[SINGAPORE] Singapore stocks climbed on May 20, tracking overnight gains on Wall Street, as investors brushed off Moody’s downgrade of the United States’ sovereign credit rating.
Although only a third of the blue-chip Straits Times Index (STI) constituents closed in the green, the benchmark still managed a modest advance of 0.2 per cent, or 6.3 points, finishing the session at 3,882.5.
The market’s resilience aligns with broader trends across Asian equities, which have shown relative stability amid ongoing global economic headwinds. Analysts credit the steady performance to robust corporate earnings and continued foreign capital inflows, particularly into technology and consumer sectors. However, some warn that geopolitical tensions and volatility in commodity prices could pose risks in the near term.
Gains in Singapore came as US stocks ended higher, even after the loss of America’s top-tier credit rating and China’s decision to slash two key interest rates to record lows on May 20.
Despite the positive sentiment, JPMorgan Chase CEO Jamie Dimon cautioned investors against becoming overly complacent, pointing to persistent risks surrounding inflation and credit markets.
“People feel pretty good because you haven’t seen an effect of tariffs,” Dimon said. “The market came down 10 per cent, it’s back up 10 per cent; I think that’s an extraordinary amount of complacency.”
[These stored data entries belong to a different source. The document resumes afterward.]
"""Reference resonances computed from published closed forms, for end-to-end checks.

Every function here computes its value from a published formula (roots found with
scipy / mpmath); nothing is a pasted number. The validation tests compare the
solver's poles with these. Conventions: time dependence ``exp(-i w t)``, outgoing
spherical Hankel functions ``h_n = h_n^(1) = j_n + i y_n``, so a decaying natural
resonance has a complex frequency with a *negative* imaginary part. SI units.

Public functions
----------------
dielectric_sphere_ka, dielectric_sphere_pole   Mie poles of a dielectric sphere
pec_sphere_ka_zeros, pec_sphere_pole           poles of a perfectly conducting sphere
kajfez_te01d                                   TE01delta of a cylindrical resonator
dipole_reactance, half_wave_dipole_length,
thin_wire_first_resonance                      thin straight conductor (induced EMF)
thin_wire_pole                                 its natural frequency (Hallen's equation)
rect_cavity_modes, yee_cavity_frequency        closed PEC box, continuum and Yee grid
pole_frequency, pole_q                         f and Q of a complex pole
"""

from __future__ import annotations

from typing import NamedTuple

import numpy as np
from scipy.constants import c as C0
from scipy.optimize import brentq, newton
from scipy.special import factorial, sici, spherical_jn, spherical_yn

from ringprint.errors import RingprintError

__all__ = [
    "CavityMode",
    "dielectric_sphere_ka",
    "dielectric_sphere_pole",
    "dipole_reactance",
    "half_wave_dipole_length",
    "kajfez_te01d",
    "pec_sphere_ka_zeros",
    "pec_sphere_pole",
    "pole_frequency",
    "pole_q",
    "rect_cavity_modes",
    "thin_wire_first_resonance",
    "thin_wire_pole",
    "yee_cavity_frequency",
]

_EULER_GAMMA = 0.5772156649015329


# --------------------------------------------------------------------------- poles
def pole_frequency(pole: complex) -> float:
    """Resonant frequency (Hz) of a complex natural frequency: its real part."""
    return float(np.real(pole))


def pole_q(pole: complex) -> float:
    """Quality factor ``Q = Re(w) / (2 |Im(w)|)`` of a complex natural frequency.

    Works for any complex pole (Hz, rad/s or dimensionless k a): Q is a ratio.
    """
    pole = complex(pole)
    if pole.imag == 0.0:
        return float("inf")
    return abs(pole.real) / (2.0 * abs(pole.imag))


def _check_positive(name: str, value: float) -> float:
    value = float(value)
    if not np.isfinite(value) or value <= 0.0:
        raise RingprintError(f"{name} = {value!r} must be a finite positive number")
    return value


def _check_order_kind(n: int, kind: str) -> str:
    if int(n) != n or n < 1:
        raise RingprintError(f"mode order n = {n!r} must be an integer >= 1")
    kind = str(kind).upper()
    if kind not in ("TE", "TM"):
        raise RingprintError(f"kind = {kind!r} must be 'TE' (magnetic, b_n) or 'TM' (electric, a_n)")
    return kind


# ------------------------------------------------------------- dielectric sphere
def _riccati(n: int, z):
    """Riccati-Bessel psi_n(z) = z j_n(z), xi_n(z) = z h_n(z) and their z-derivatives."""
    jn, yn = spherical_jn(n, z), spherical_yn(n, z)
    djn, dyn = spherical_jn(n, z, derivative=True), spherical_yn(n, z, derivative=True)
    hn, dhn = jn + 1j * yn, djn + 1j * dyn
    return z * jn, jn + z * djn, z * hn, hn + z * dhn


def _mie_denominator(x, m, n: int, kind: str):
    """Denominator of b_n (TE) or a_n (TM), Bohren & Huffman (1983) eqs. 4.56-4.57, mu1 = mu.

    Divided by ``m xi_n(x)`` (TE) or ``xi_n(x)`` (TM), which do not vanish at the
    root, so that the function stays of order one for small x and large m.
    """
    _, _, xi_x, dxi_x = _riccati(n, x)
    psi_mx, dpsi_mx, _, _ = _riccati(n, m * x)
    log_dxi = dxi_x / xi_x
    if kind == "TE":
        return psi_mx * log_dxi / m - dpsi_mx
    return m * psi_mx * log_dxi - dpsi_mx


def _first_bessel_zero(order: int) -> float:
    """First positive zero of the spherical Bessel function j_order (pi for j_0)."""
    f = lambda z: float(spherical_jn(order, z))  # noqa: E731
    grid = np.linspace(0.5, order + 10.0, 400)
    vals = [f(z) for z in grid]
    for a, b, fa, fb in zip(grid[:-1], grid[1:], vals[:-1], vals[1:]):
        if fa * fb < 0:
            return brentq(f, a, b, xtol=1e-14)
    raise RuntimeError("no zero found")  # pragma: no cover - the grid always brackets one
His concerns echo those voiced by global financial institutions such as the International Monetary Fund (IMF), which recently highlighted persistent inflation and surging debt levels as significant threats to global financial stability. While central banks like the US Federal Reserve have signaled a more cautious stance on future rate hikes, market watchers remain alert to potential shocks from sustained high interest rates.
On the broader Singapore bourse, losers outnumbered gainers 263 to 195, with 1.02 billion securities changing hands for a total value of $1.03 billion.
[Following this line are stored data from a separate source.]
def test_dipole_resonant_length_slightly_below_half_wave():
    """First resonance: L a little below lambda/2, shorter for thicker wires (common practice).

    For a/lambda = 1e-3 practice says about 0.47-0.48 lambda (Balanis 2005 sec. 4.6,
    from memory); L -> lambda/2 as the wire gets thinner (logarithmically).
    """
    f = 2.4e9
    lam = C0 / f
    lengths = [ref.half_wave_dipole_length(f, r * lam) / lam for r in (1e-2, 1e-3, 1e-4, 1e-6, 1e-12)]
    assert all(0.0 < a < b < 0.5 for a, b in zip(lengths[:-1], lengths[1:]))
    assert 0.47 <= lengths[1] <= 0.485
    assert lengths[-1] > 0.495


def test_thin_wire_first_resonance_inverts_length():
    """thin_wire_first_resonance is the inverse of half_wave_dipole_length (same reactance zero)."""
    f = 1.575e9
    ell = ref.half_wave_dipole_length(f, 0.5e-3)
    assert ref.thin_wire_first_resonance(ell, 0.5e-3) == pytest.approx(f, rel=1e-9)
    assert ref.thin_wire_first_resonance(ell, 0.5e-3) < C0 / (2 * ell)


def test_thin_wire_pole_matches_tesche_for_omega_10_6():
    """First natural frequency of a thin wire with L/a = 200 (Omega = 2 ln(L/a) = 10.6).

    Source: Tesche, F. M., IEEE Trans. Antennas Propag. 21(1):53-62, 1973, table of
    thin-wire poles: ``s L / (pi c) = -0.0826 + 0.9251 j`` (from memory), i.e.
    ``k L / pi = 0.9251 - 0.0826 j``, Q = 5.60. Tolerance 2.5 % on the frequency and
    2 % on Q: the reduced-kernel Hallen solution drifts by 0.7 % per halving of its
    segments (see ``thin_wire_pole``), and the recalled digits may be off in the last
    place.
    """
    ell, a = 1.0, 1.0 / 200.0
    x = ref.thin_wire_pole(ell, a) * 2.0 * ell / C0
    assert x.real == pytest.approx(0.9251, rel=0.025), x
    assert ref.pole_q(x) == pytest.approx(0.9251 / (2 * 0.0826), rel=0.02), x


def test_thin_wire_pole_tends_to_the_induced_emf_resonance_as_the_wire_thins():
    """Two independent models, one thin-wire limit: Hallen's natural frequency and the
    zero of the induced-EMF reactance (Balanis 2005 sec. 8.5, from memory) both tend to
    ``c / (2 L)``, and to each other, as the wire thins (Hallen 1938: the current becomes
    sinusoidal as 1/Omega -> 0).

    The free oscillation lies below the driven reactance zero (by 6.6 % at L/a = 60, the
    strip of test_e2e_strip.py) and the gap closes monotonically; at L/a = 1e6 it is
    below 0.5 % (computed 0.35 %). The damping falls too: Q grows with L/a.
    """
    ell = 1.0
    gaps, qs = [], []
    for ratio in (60.0, 1e3, 1e6):
        pole = ref.thin_wire_pole(ell, ell / ratio)
        f_x = ref.thin_wire_first_resonance(ell, ell / ratio)
        assert pole.real < f_x < C0 / (2 * ell)
        gaps.append(1.0 - pole.real / f_x)
        qs.append(ref.pole_q(pole))
    assert gaps[0] > gaps[1] > gaps[2] > 0 and gaps[2] < 0.005, gaps
    assert qs[0] < qs[1] < qs[2], qs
Real estate investment trusts (REITs) were among the day’s top performers, buoyed by investor appetite for stable income amid the uncertain rate landscape. CapitaLand Integrated Commercial Trust and Mapletree Pan Asia Commercial Trust posted modest gains, reflecting renewed confidence in Singapore’s retail and office property segments.
Food Empire emerged as a notable gainer, hitting a 52-week high of $1.77—up 7 cents, or 4.1 per cent. The food and beverage group reported a 16.3 per cent increase in revenue to US$136.6 million (S$177 million) for the first quarter of financial year 2025, driven by strong sales in Vietnam.
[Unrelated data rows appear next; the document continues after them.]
import { describe, expect, it } from 'vitest';
import {
  bandLengthInputSchema,
  bandStressInputSchema,
  centreDistanceInputSchema,
  flexCyclesInputSchema,
} from './schema.js';

const issues = (result: { error?: { issues: { path: PropertyKey[]; message: string }[] } }) =>
  (result.error?.issues ?? []).map((i) => [i.path.map(String).join('.'), i.message]);

describe('band calculator schemas', () => {
  it('accepts a sensible saw and fills defaults', () => {
    expect(
      bandLengthInputSchema.safeParse({ driveWheelDiameterMm: 600, idlerWheelDiameterMm: 600, centreDistanceMm: 1800 })
        .success,
    ).toBe(true);
    expect(
      centreDistanceInputSchema.safeParse({ driveWheelDiameterMm: 600, idlerWheelDiameterMm: 600, bandLengthMm: 5500 })
        .success,
    ).toBe(true);
    const stress = bandStressInputSchema.parse({
      bandThicknessMm: 0.9,
      bandWidthMm: 27,
      wheelDiameterMm: 600,
      tensionForceN: 5000,
      fatigueThresholdPa: 600e6,
    });
    expect(stress.elasticModulusPa).toBe(207e9);
    expect(stress.poissonRatio).toBeUndefined();
    expect(flexCyclesInputSchema.parse({ bandSpeedMPerMin: 60, bandLengthMm: 4000 }).wheelCount).toBe(2);
  });

  it('says what to fix', () => {
    expect(
      issues(
        bandLengthInputSchema.safeParse({
          driveWheelDiameterMm: 600,
          idlerWheelDiameterMm: 600,
          centreDistanceMm: 500,
        }),
      ),
    ).toEqual([
      [
        'centreDistanceMm',
        'Centre distance must be more than half the sum of the wheel diameters, or the wheels overlap',
      ],
    ]);
    expect(
      issues(
        centreDistanceInputSchema.safeParse({
          driveWheelDiameterMm: 600,
          idlerWheelDiameterMm: 600,
          bandLengthMm: 3000,
        }),
      ),
    ).toEqual([
      ['bandLengthMm', 'Band length must be more than 3085 mm to go round these wheels without them overlapping'],
    ]);
    // A wheel left empty reports the wheel, without the band-length rule tripping over it.
    expect(issues(centreDistanceInputSchema.safeParse({ idlerWheelDiameterMm: 600, bandLengthMm: 3000 }))).toEqual([
      ['driveWheelDiameterMm', 'Drive wheel diameter must be a number (mm)'],
    ]);
    expect(
      issues(
        bandStressInputSchema.safeParse({
          bandThicknessMm: 4,
          bandWidthMm: 3,
          wheelDiameterMm: 2,
          tensionForceN: 5000,
          poissonRatio: 0.5,
        }),
      ),
    ).toEqual([
      ['poissonRatio', "Poisson's ratio must be below 0.5 (steel is about 0.29)"],
      ['fatigueThresholdPa', 'Fatigue threshold must be a number (Pa)'],
    ]);
    expect(
      issues(
        bandStressInputSchema.safeParse({
          bandThicknessMm: 4,
          bandWidthMm: 3,
          wheelDiameterMm: 2,
          tensionForceN: 5000,
          fatigueThresholdPa: 1e8,
        }),
      ),
    ).toEqual([
      ['bandThicknessMm', 'Band thickness must be smaller than the band width'],
      ['bandThicknessMm', 'Band thickness must be far smaller than the wheel diameter'],
    ]);
    expect(
      issues(flexCyclesInputSchema.safeParse({ bandSpeedMPerMin: 60, bandLengthMm: 4000, wheelCount: 1 })),
    ).toEqual([['wheelCount', 'A band saw has at least 2 wheels']]);
  });
});

describe('centre distance input with a bad wheel', () => {
  it('reports the wheel instead of throwing', () => {
    const result = centreDistanceInputSchema.safeParse({
      driveWheelDiameterMm: 0,
      idlerWheelDiameterMm: 455,
      bandLengthMm: 4115,
    });
    expect(result.success).toBe(false);
    expect(result.error?.issues.map((i) => i.path.join('.'))).toEqual(['driveWheelDiameterMm']);
  });
});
The upbeat performance in Vietnam highlights the strategic significance of Southeast Asia for Singaporean firms looking to diversify beyond Western markets. With Vietnam’s economy growing at over 5 per cent annually, analysts see ample potential for expansion in consumer-driven sectors.
Meanwhile, Singapore Post slipped 0.9 per cent, or 0.5 cent, to close at 56.5 cents. The decline came a day after the postal service provider announced a broadened partnership with global logistics giant FedEx, enabling FedEx parcel drop-offs at all SingPost branches across the island.